しばらく2人で見つめ合っていると、彼女は僕を見て、何かに気付いたのか驚いたような顔を浮かべた。そして僕も、気付いてしまった。


「あああああああああああああああああ!!!!!!」


「あああああああああああああああああ!!!!!!」


 僕と彼女は同時に声を上げた。だが声を上げた理由は全く別物だろう。彼女の上げた声は、僕がこの学校にいるということについてだろう。そして僕の上げた悲鳴は、彼女に僕の女装が見つかってしまった恥ずかしさによる悲鳴だ。ここまでで分かる通り僕と彼女は知り合いだった。彼女がここにいるはずがないと思っていたから一瞬反応が遅れてしまった。……うーん、終わったかな?


「2人ともどうしましたか? 大丈夫ですか?」


 先生が、僕たちを心配したのか声をかけてきた。だが、僕は動揺してしまい返事を返すことができない。逆に彼女、藤宮霧江(ふじみやきりえ)は先生に向けて、返事を返そうとしてしまっている。


「えっえっだって、秋h……」


 そこで彼女は先生に向けていた顔をもう一度僕に向けてきた。頼む言わないで!

 霧江は、僕の顔と僕の隣を見て何かに気付いたかのように、にやりと笑うと、先生の方にもう一度顔を向け直した。

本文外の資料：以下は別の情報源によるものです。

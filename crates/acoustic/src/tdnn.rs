//! The time-delay neural network: layers that splice frames at fixed offsets.
//!
//! A layer with offsets `o_1 … o_K`, input width `D` and output width `H` computes
//! `z[t] = Σ_k x[s·t + o_k − o_1] · W_k` (`s` is the subsampling factor), then in hidden layers
//! one of (the `normalization` setting):
//!
//! * `"layer"`: bias, ReLU, layer normalisation (per frame over the `H` units, gain and shift);
//! * `"batch"`: batch normalisation (per unit over the batch, gain γ and shift β), ReLU. The
//!   layer has no bias: a bias would be cancelled by the batch mean, its gradient is zero;
//! * `"none"`: bias, ReLU;
//!
//! then dropout. The output layer is `z + b`. The weight is stored as the `K` per-offset matrices
//! side by side (`[D, K·H]`). The spliced input is never copied: for offset `k` the input rows
//! `s·t + o_k − o_1` are a strided view of the input, so the layer is `K` matrix products
//! accumulating into one buffer — with subsampling, only for the frames that are kept. The rest
//! runs in one pass per frame, and the backward pass is written by hand; the whole layer is one
//! candle operation (see `fused.rs`), tested against the same layer written with candle
//! primitives and differentiated by candle.
//!
//! Batch normalisation in training ([`Tdnn::forward_train`]) normalises with the mean and biased
//! variance of each unit over the batch's *valid* output frames: each utterance's frames whose
//! inputs all lie inside the utterance (its features plus the context), so that the padding of
//! shorter utterances to the longest one does not count. The pass returns those statistics, and
//! [`Tdnn::update_running_statistics`] folds them into running estimates once the update they
//! belong to has been made (a skipped batch leaves them alone): an exponential moving average
//! with weight [`RUNNING_MOMENTUM`] for the newest batch, of the mean and of the *unbiased*
//! variance (`N/(N−1)` times the batch's), common practice and the convention of
//! `torch.nn.BatchNorm1d`, against which the layer is tested. Inference ([`Tdnn::forward`])
//! normalises with the running estimates, so every frame's output depends on that frame alone.
//! The running estimates (`layers.{i}.norm.running_mean`, `layers.{i}.norm.running_var`) are
//! stored with the parameters but are not parameters: no gradient, no optimizer state.
//!
//! Every layer is "valid" in time (no padding inside the network); callers pad each utterance by
//! [`TdnnConfig::context`] frames (edge frames repeated) so that the output has
//! `⌈frames / subsampling⌉` frames — see [`Tdnn::output_frames`].
//!
//! Speaker vectors at every layer ([`NetworkInput::layer_vector_dims`] > 0, the
//! `[speaker_vectors] input = "layers"` setting): the last `R` columns of each input frame are
//! the speaker vector, and every hidden layer after the first reads, beside each row of its
//! input, the vector of the input frame that row is centred on. Row `t` of a layer's output is
//! centred on its input row `s·t − o_1` (where its tap 0 reads; row 0 when every tap is
//! positive), so the centre of every row is followed back to a row of the padded input
//! ([`TdnnLayer::centre_rows`]). The vector is not trained and gets no gradient.

use std::collections::BTreeMap;
use std::sync::Arc;

use candle_core::{DType, Device, Tensor, Var};
use candle_nn::VarBuilder;
use rand::{Rng, RngCore, SeedableRng};
use rand_chacha::ChaCha8Rng;
use rayon::prelude::*;

use crate::collective::Collective;
use crate::config::{MatmulPrecision, NetworkInput, Normalization, TdnnConfig};
#[cfg(test)]
use crate::fused::NORM_EPSILON;
use crate::fused::{
    global_statistics, inverse_deviations, FusedLayer, PackedWeights, Transform, UnitStatistics,
};
use crate::AcousticError;

/// Weight of the newest batch in the running mean and variance of batch normalisation (common
/// practice).
pub const RUNNING_MOMENTUM: f32 = 0.1;

/// What a layer applies after its matrix products, with the tensors it needs.
#[derive(Debug, Clone)]
enum Stage {
    /// Bias, then ReLU in a hidden layer (the output layer; hidden layers without
    /// normalisation).
    Bias { bias: Tensor },
    /// Bias, ReLU, layer normalisation.
    LayerNorm {
        bias: Tensor,
        gain: Tensor,
        shift: Tensor,
    },
    /// Batch normalisation, ReLU.
    BatchNorm {
        gain: Tensor,
        shift: Tensor,
        running_mean: Var,
        running_var: Var,
    },
}

/// What a training pass gives one layer: the valid output frames of each utterance, the dropout
/// probability and the generator of the dropout masks.
pub(crate) type LayerTraining<'a> = (&'a [usize], f32, &'a mut dyn RngCore);

/// This rank's part of the batch of a data-parallel training pass: the position of each of its
/// utterances in the whole batch (the stream of its dropout mask, as a single process drawing
/// the whole batch would use) and the ranks over which batch normalisation sums.
#[derive(Clone)]
pub struct BatchPart<'a> {
    /// Position in the whole batch of each utterance of the part, in the part's order.
    pub positions: &'a [u64],
    /// The ranks.
    pub collective: Arc<dyn Collective>,
}

/// One spliced affine layer, optionally followed by ReLU, normalisation and dropout.
///
/// Input `[batch, frames, input_dims]`, output `[batch, frames_out, output_dims]` with
/// `frames_out = (frames − 1 − (o_K − o_1)) / subsample + 1`.
#[derive(Debug, Clone)]
pub struct TdnnLayer {
    /// `[input_dims, K · output_dims]`: the per-offset matrices side by side.
    weight: Tensor,
    /// Everything after the matrix products.
    stage: Stage,
    offsets: Vec<i32>,
    subsample: usize,
    output_dims: usize,
    hidden: bool,
    /// Number format of the matrix products of training passes.
    training_precision: MatmulPrecision,
    /// Number format of the matrix products of inference passes (`[inference]
    /// matmul_precision` of `model.toml`; f32 unless set).
    inference_precision: MatmulPrecision,
    /// With bf16 inference, the weights converted once for the bf16 kernels.
    packed_weights: Option<Arc<PackedWeights>>,
}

「いや実はですね先生、この前財布を落としてしまったんですよ。それをそこのメイドさんが、拾って警察に届けてくれたんですね。その届けてくれた所で、ばったりと会いましてね。いやーあの時は助かりましたよー。まさか、この学園に来てるとは思いませんでしたよー」


 霧江は、先生に向けて即興で考えた話を展開している。助かった。彼女が優しくて理解が合って、そして何より、面白いことに目がない人でほんとうに助かった。


 彼女とは、僕がこの学校に来る前、1年前に卒業した学校で、クラスが同じでとても仲が良かった。最初は、僕が執事だということに面白がって近づいてきたが、僕ととても話があってすぐに仲良くなった。2人で遊びに行ったことだってある。

 だが結局彼女は、僕に進学先を教えてくれなかった。だけど、まさかこの学園に居るとは思わなかったな。


「あの時はありがとうね! メイドさん。そういえば名前はなんていうの?」


 ありがとうはこっちのセリフだよ。本当にありがとう。取り敢えずここは、彼女の設定に乗っかることにしよう。


「当然のことをしたまでですのでお礼はいりませんよ。私は紅葉といいます。よろしくお願い致します先輩」


「ごふっ」


 霧江が僕の返事を聞き吹き出してしまった。昔の僕と違いすぎて確かに面白いかもしれないけど、こっちも恥ずかしいんだから我慢してよ。


「くっくっく、もっ紅葉さんね。これからよろしくね」


 霧江は笑いが止まらないようだ。ほら、周りもどうかしたのか心配してるじゃないか。頼むからもう少し我慢して。


「霧江さん大丈夫ですか? 取り敢えず、班分けを行いますね」


 先生が、? を顔に浮かべながらも班分けを開始するようだ。神様、失礼だとは思いますが、霧江と同じ班にならないようにお願いします。